First Trust Natural Gas ETF (FCG)

  • Performance Over One Year: 78.8%
  • Expense Ratio: 0.60%
  • Annual Dividend Yield: 1.58%
  • Three-Month Average Daily Volume: 1,317,022
  • Assets Under Management: $966.2 million
  • Inception Date: May 8, 2007
  • Issuer: First Trust 

FCG tracks the Energy Solutions Index, which comprises companies primarily involved in natural gas exploration and production, deriving a significant portion of their revenue from this sector. The ETF offers exposure to the natural gas industry, a vital energy source for residential, commercial, and industrial applications. The portfolio is heavily weighted towards energy stocks, accounting for over 98% of the holdings, with a minimal allocation to utilities. Similar to IEO, FCG employs a blended investment strategy, investing in stocks across various market capitalizations, encompassing both growth and value categories.
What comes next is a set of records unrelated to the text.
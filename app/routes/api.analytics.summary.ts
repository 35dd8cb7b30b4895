import { readAnalyticsRequest } from "~/.server/analytics/request";
import { routeBookSummary } from "~/.server/analytics/queries/route-book-summary";
import { summaryQuery } from "~/lib/analytics/params";
import type { Route } from "./+types/api.analytics.summary";

export async function loader({ request, context }: Route.LoaderArgs) {
  const { scope, window, thresholds, balanceBand } = await readAnalyticsRequest(request, context, "overview", summaryQuery, "api");
  return Response.json(await routeBookSummary(scope, { window, thresholds, metal: null, balanceBand }));
}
The top three holdings for FCG include DCP Midstream LP (DCP), a midstream company focused on energy logistics, gathering, and processing, including the production of natural gas liquids (NGLs); Western Midstream Partners LP (WES), a midstream company specializing in crude oil and natural gas; and ConocoPhillips, an energy company involved in exploration and production of oil, gas, and other resources.

The content presented here is solely for informational purposes and should not be construed as personalized investment advice or recommendations to invest in any specific security or adopt any particular investment strategy. While we strive to provide reliable information, we make no guarantees regarding its accuracy or comprehensiveness. The views and strategies discussed in our content may not be suitable for all individuals. Given the dynamic nature of market and economic conditions, all comments, opinions, and analyses expressed in our content are current as of the posting date and are subject to change without prior notice. This material is not intended to provide a comprehensive analysis of every material fact related to any country, region, market, industry, investment, or strategy.